Description of the task: Check every line of the entries that follow, and copy the ones containing "landing".

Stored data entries
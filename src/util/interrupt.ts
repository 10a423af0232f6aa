/**
 * What an interruption (Ctrl-C, a kill, a closed terminal) must undo: the temporary files of
 * outputs under way, and terminal state a progress bar changed (a hidden cursor). An interrupted
 * process runs no `finally` block, so the command line undoes these in its signal handler.
 *
 * The command line handles the signals only while there is something to undo (see
 * watchUndos): otherwise the default applies and the process ends at once, even in the middle of
 * a long computation that never returns to the event loop (a signal handler in JavaScript runs
 * only when it does). The library itself never touches signals.
 */

export interface Undo {
  /** The output it keeps from landing (a file the message names as not written), if any. */
  output?: string | undefined;
  run(): void;
}

const undos = new Set<Undo>();
let watcher: ((pending: boolean) => void) | undefined;

/** Records something to undo if interrupted; call the returned function once it is done with. */
export function onInterrupt(undo: Undo): () => void {
  undos.add(undo);
  if (undos.size === 1) watcher?.(true);
  return () => {
    if (undos.delete(undo) && undos.size === 0) watcher?.(false);
  };
}

/** Runs every pending undo (display first, then outputs) and returns the outputs it kept from landing. */
export function undoAll(): string[] {
  const all = [...undos].sort((a, b) => Number(a.output !== undefined) - Number(b.output !== undefined));
  undos.clear();
  const outputs: string[] = [];
  for (const u of all) {
    if (u.output !== undefined) outputs.push(u.output);
    u.run();
  }
  watcher?.(false);
  return outputs;
}

/** Tells `fn` whether there is anything to undo, now and whenever that changes (the command line's signal handlers). */
export function watchUndos(fn: (pending: boolean) => void): void {
  watcher = fn;
  fn(undos.size > 0);
}

/**
 * Resolves after the event loop has gone round at least once, through its poll phase, where
 * signals are delivered: awaited before an output is renamed into place, so that an interruption
 * that came during synchronous work is handled before the output lands, not after.
 */
export async function eventLoopTurn(): Promise<void> {
  // Two check phases have a poll phase between them, whichever phase this was called in.
  await new Promise((resolve) => setImmediate(resolve));
  await new Promise((resolve) => setImmediate(resolve));
}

Expected answer:
  /** The output it keeps from landing (a file the message names as not written), if any. */
/** Runs every pending undo (display first, then outputs) and returns the outputs it kept from landing. */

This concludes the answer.